Student Conduct Code

The fundamental purpose of the JHU regulation of student conduct is to promote and to protect the health, safety, welfare, property, and rights of all members of the University community as well as to promote the orderly operation of the University and to safeguard its property and facilities. As members of the University community, students accept certain responsibilities which support the educational mission and create an environment in which all students are afforded the same opportunity to succeed academically. 

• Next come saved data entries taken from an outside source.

# SPDX-License-Identifier: MIT
# ctest-labels: postgres
"""almanac in PostgreSQL gives the SQLite module's answers, query by query.

The same seeded table (seeded_sales.py: 120,000 rows, TEXT and typed times,
three zones) is loaded into SQLite, with the built almanac.so in Python's
sqlite3 module, and into a PostgreSQL 15 server of our own (pg_servers.py)
with the extension installed from this build. Each query runs in both; the
answers are compared value by value (engine_answers.py).
Source of every expected value: the SQLite module's answer to the same query
(`# oracle: almanac.so in sqlite3`). Exact functions (period keys and labels,
exact_sum, moving_mean, median, mad, theil_sen_slope, mann_kendall_p — the same
core and the same C library on this machine — sparkline and the charts) must
give the same bits; resid_sd, slope_stderr and ewma the same value within
1e-12 relative. Typed PostgreSQL times (timestamptz, timestamp, date) are
compared with the SQLite form that means the same: Unix seconds for an
instant, local wall-clock TEXT for a timestamp, a TEXT date for a date.
"""
import pytest

import engine_answers
import seeded_sales
from pg_servers import almanac_server

ROWS = 120_000
counts = {}


@pytest.fixture(scope="module")
def rows():
    return seeded_sales.generate(ROWS)


@pytest.fixture(scope="module")
def lite(rows):
    with seeded_sales.sqlite_sales(rows) as connection:
        yield connection


@pytest.fixture(scope="module")
def pg(rows):
    with almanac_server("single", rows) as connection:
        yield connection
    print(f"\ncompared values: {counts}")


def fetch_pg(pg, sql):
    with pg.cursor() as cursor:
        cursor.execute(sql)
        return cursor.fetchall()


def check(name, lite, pg, sqlite_sql, pg_sql, **options):
    expected = lite.execute(sqlite_sql).fetchall()  # oracle: almanac.so in sqlite3, the same query
    got = fetch_pg(pg, pg_sql)
    assert expected, f"{name}: the SQLite query gave no rows, nothing would be compared"
    counts[name] = engine_answers.compare(name, expected, got, **options)


# (spec, with the shop's zone?): day and longer units, sub-day ones, fiscal, anchored
SPECS = [("week", True), ("month", True), ("quarter starting april", True), ("half-month", False),
         ("day", True), ("15 minutes", True), ("hour", True), ("year starting july", False),
         ("2 weeks from 2024-01-03", True), ("week starting sunday", True)]
# wall-clock times and dates, with ISO durations and multiples
LOCAL_SPECS = ["week", "month", "half-month", "P1D", "quarter starting april", "6 months", "hour", "3 hours"]
SUB_DAY = {"15 minutes", "hour", "3 hours"}


def share(case_list, case):
    """A third of the rows for each per-row query, the thirds taken in turn, so every
    row meets every kind of query while the run stays short."""
    return f"id % 3 = {case_list.index(case) % 3}"


def spec_id(case):
    return f"{case[0]}{' zoned' if case[1] else ''}"


@pytest.mark.parametrize("case", SPECS, ids=spec_id)
def test_period_functions_on_text_and_timestamptz(lite, pg, case):
    spec, zoned = case
    z = ", zone" if zoned else ""
    rows = share(SPECS, case)
    # TEXT times, the same in both engines
    columns = (f"period_floor(ts_text, '{spec}'{z}), period_end(ts_text, '{spec}'{z}), "
               f"period_label(ts_text, '{spec}'{z}), period_serial(ts_text, '{spec}'{z}), "
               f"period_shift(ts_text, 3, '{spec}'{z}), period_shift(ts_text, -14, '{spec}'{z})")
    query = f"SELECT id, {{columns}} FROM sales WHERE {rows} ORDER BY id"
    check(f"text {spec_id(case)}", lite, pg, query.format(columns=columns), query.format(columns=columns))
    # An instant: PostgreSQL's timestamptz against SQLite's Unix seconds (x).
    calls = [f"period_floor({{t}}, '{spec}'{z})", f"period_end({{t}}, '{spec}'{z})", f"period_label({{t}}, '{spec}'{z})",
             f"period_serial({{t}}, '{spec}'{z})", f"period_shift({{t}}, 3, '{spec}'{z})"]
    lite_columns = ", ".join(call.format(t="x") for call in calls)
    pg_columns = ", ".join(call.format(t="ts") if "label" in call or "serial" in call
                           else f"extract(epoch FROM {call.format(t='ts')})" for call in calls)
    check(f"timestamptz {spec_id(case)}", lite, pg, query.format(columns=lite_columns),
          query.format(columns=pg_columns), numeric_ok=True)


@pytest.mark.parametrize("spec", LOCAL_SPECS)
def test_period_functions_on_timestamp_and_date(lite, pg, spec):
    # A wall-clock timestamp reads as SQLite reads TEXT without an offset; a date
    # as a TEXT date. SQLite's datetime() writes both engines' floors in one form.
    rows = share(LOCAL_SPECS, spec)
    check(f"timestamp {spec}", lite, pg,
          f"SELECT id, datetime(period_floor(local, '{spec}')), datetime(period_end(local, '{spec}')), "
          f"datetime(period_shift(local, 5, '{spec}')), period_label(local, '{spec}'), period_serial(local, '{spec}'), "
          f"period_label(local, '{spec}', zone), period_serial(local, '{spec}', zone) FROM sales WHERE {rows} ORDER BY id",
          f"SELECT id, to_char(period_floor(local, '{spec}'), 'YYYY-MM-DD HH24:MI:SS'), "
          f"to_char(period_end(local, '{spec}'), 'YYYY-MM-DD HH24:MI:SS'), "
          f"to_char(period_shift(local, 5, '{spec}'), 'YYYY-MM-DD HH24:MI:SS'), "
          f"period_label(local, '{spec}'), period_serial(local, '{spec}'), "
          f"period_label(local, '{spec}', zone), period_serial(local, '{spec}', zone) FROM sales WHERE {rows} ORDER BY id")
    if spec in SUB_DAY:
        return
    check(f"date {spec}", lite, pg,
          f"SELECT id, period_floor(day, '{spec}'), period_end(day, '{spec}'), period_label(day, '{spec}'), "
          f"period_serial(day, '{spec}'), period_shift(day, 2, '{spec}'), period_floor(day, '{spec}', zone), "
          f"period_label(day, '{spec}', zone), period_serial(day, '{spec}', zone) FROM sales WHERE {rows} ORDER BY id",
          f"SELECT id, period_floor(day, '{spec}')::text, period_end(day, '{spec}')::text, "
          f"period_label(day, '{spec}'), period_serial(day, '{spec}'), period_shift(day, 2, '{spec}')::text, "
          f"period_floor(day, '{spec}', zone)::text, period_label(day, '{spec}', zone), "
          f"period_serial(day, '{spec}', zone) FROM sales WHERE {rows} ORDER BY id")


def test_period_positions(lite, pg):
    pairs = [("day", "week"), ("day", "week starting sunday"), ("month", "year"), ("month", "year starting april"),
             ("quarter", "year"), ("day", "month"), ("day", "year"), ("half-month", "year"), ("week", "year"),
             ("hour", "day")]
    zoned = ", ".join(f"period_position({{t}}, '{spec}', '{cycle}', zone)" for spec, cycle in pairs)
    unzoned = zoned.replace(", zone)", ")")
    query = "SELECT id, {columns} FROM sales WHERE id % 3 = {n} ORDER BY id"  # a third of the rows each
    check("period_position text", lite, pg, query.format(columns=zoned.format(t="ts_text"), n=0),
          query.format(columns=zoned.format(t="ts_text"), n=0))
    check("period_position timestamptz", lite, pg, query.format(columns=zoned.format(t="x"), n=1),
          query.format(columns=zoned.format(t="ts"), n=1))
    typed = f"{unzoned.format(t='local')}, {unzoned.format(t='day')}"
    check("period_position timestamp and date", lite, pg, query.format(columns=typed, n=2),
          query.format(columns=typed, n=2))


def test_valid_time_and_versions(lite, pg):
    check("valid_time", lite, pg,
          "SELECT id, valid_time(ts_text), valid_time(local || 'x'), valid_time(x), valid_time(local), valid_time(day) "
          "FROM sales ORDER BY id",
          "SELECT id, valid_time(ts_text)::int, valid_time(local::text || 'x')::int, valid_time(ts)::int, "
          "valid_time(local)::int, valid_time(day)::int FROM sales ORDER BY id")
    check("almanac_version", lite, pg, "SELECT almanac_version(), almanac_tz_version()",
          "SELECT almanac_version(), almanac_tz_version()")


def test_period_of_serial_and_periods(lite, pg):
    serials = "WITH RECURSIVE s(n) AS (SELECT -3000 UNION ALL SELECT n + 7 FROM s WHERE n + 7 <= 3000) "
    for spec, zone in (("week", None), ("month", "Australia/Adelaide"), ("hour", "America/Denver"),
                       ("half-month", None), ("quarter starting april", "Asia/Kolkata"), ("15 minutes", "America/Denver")):
        z = f", '{zone}'" if zone else ""
        check(f"period_of_serial {spec}", lite, pg,
              serials + f"SELECT n, period_of_serial(n, '{spec}'{z}) FROM s ORDER BY n",
              f"SELECT n, period_of_serial(n, '{spec}'{z}) FROM generate_series(-3000, 3000, 7) AS n ORDER BY n")
    for start, stop, spec, zone in (("2024-03-01", "2024-04-15", "hour", "America/Denver"),
                                    ("2024-01-01", "2027-01-01", "week", None),
                                    ("2024-09-25", "2024-10-20", "day", "Australia/Adelaide"),
                                    ("2020-02-10", "2031-07-01", "half-month", None),
                                    ("2024-01-01", "2026-12-31", "quarter starting april", "Asia/Kolkata")):
        z = f", '{zone}'" if zone else ""
        check(f"periods {spec}", lite, pg,
              f"SELECT period_start, period_end, label, serial FROM periods('{start}', '{stop}', '{spec}'{z})",
              f"SELECT period_start, period_end, label, serial FROM periods('{start}'::text, '{stop}'::text, '{spec}'{z})")
        # an instant: timestamptz bounds against SQLite's Unix seconds
        check(f"periods timestamptz {spec}", lite, pg,
              f"SELECT period_start, period_end, label, serial FROM "
              f"periods(unixepoch('{start}'), unixepoch('{stop}'), '{spec}'{z})",
              f"SELECT extract(epoch FROM period_start), extract(epoch FROM period_end), label, serial FROM "
              f"periods('{start}'::timestamptz, '{stop}'::timestamptz, '{spec}'{z})", numeric_ok=True)
        if spec not in SUB_DAY:
            check(f"periods date {spec}", lite, pg,
                  f"SELECT period_start, period_end, label, serial FROM periods('{start}', '{stop}', '{spec}'{z})",
                  f"SELECT period_start::text, period_end::text, label, serial FROM "
                  f"periods('{start}'::date, '{stop}'::date, '{spec}'{z})")
        check(f"periods timestamp {spec}", lite, pg,
              f"SELECT datetime(period_start), datetime(period_end), label, serial FROM "
              f"periods('{start} 00:00:00', '{stop} 00:00:00', '{spec}')",
              f"SELECT to_char(period_start, 'YYYY-MM-DD HH24:MI:SS'), to_char(period_end, 'YYYY-MM-DD HH24:MI:SS'), "
              f"label, serial FROM periods('{start}'::timestamp, '{stop}'::timestamp, '{spec}')")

For a full description of the code please visit the following website: https://studentaffairs.jhu.edu/policies-guidelines/student-code/

Classroom Climate

JHU is committed to creating a classroom environment that values the diversity of experiences and perspectives that all students bring. Everyone has the right to be treated with dignity and respect. Fostering an inclusive climate is important. Research and experience show that students who interact with peers who are different from themselves learn new things and experience tangible educational outcomes. At no time in this learning process should someone be singled out or treated unequally on the basis of any seen or unseen part of their identity. 
 
If you have concerns in this course about harassment, discrimination, or any unequal treatment, or if you seek accommodations or resources, please reach out to the course instructor directly. Reporting will never impact your course grade. You may also share concerns with your program chair, the Assistant Dean for Diversity and Inclusion, or the Office of Institutional Equity. In handling reports, people will protect your privacy as much as possible, but faculty and staff are required to officially report information for some cases (e.g. sexual harassment).

Course Auditing

When a student enrolls in an EP course with “audit” status, the student must reach an understanding with the instructor as to what is required to earn the “audit.” If the student does not meet those expectations, the instructor must notify the EP Registration Team [EP-Registration@exchange.johnshopkins.edu] in order for the student to be retroactively dropped or withdrawn from the course (depending on when the "audit" was requested and in accordance with EP registration deadlines). All lecture content will remain accessible to auditing students, but access to all other course material is left to the discretion of the instructor.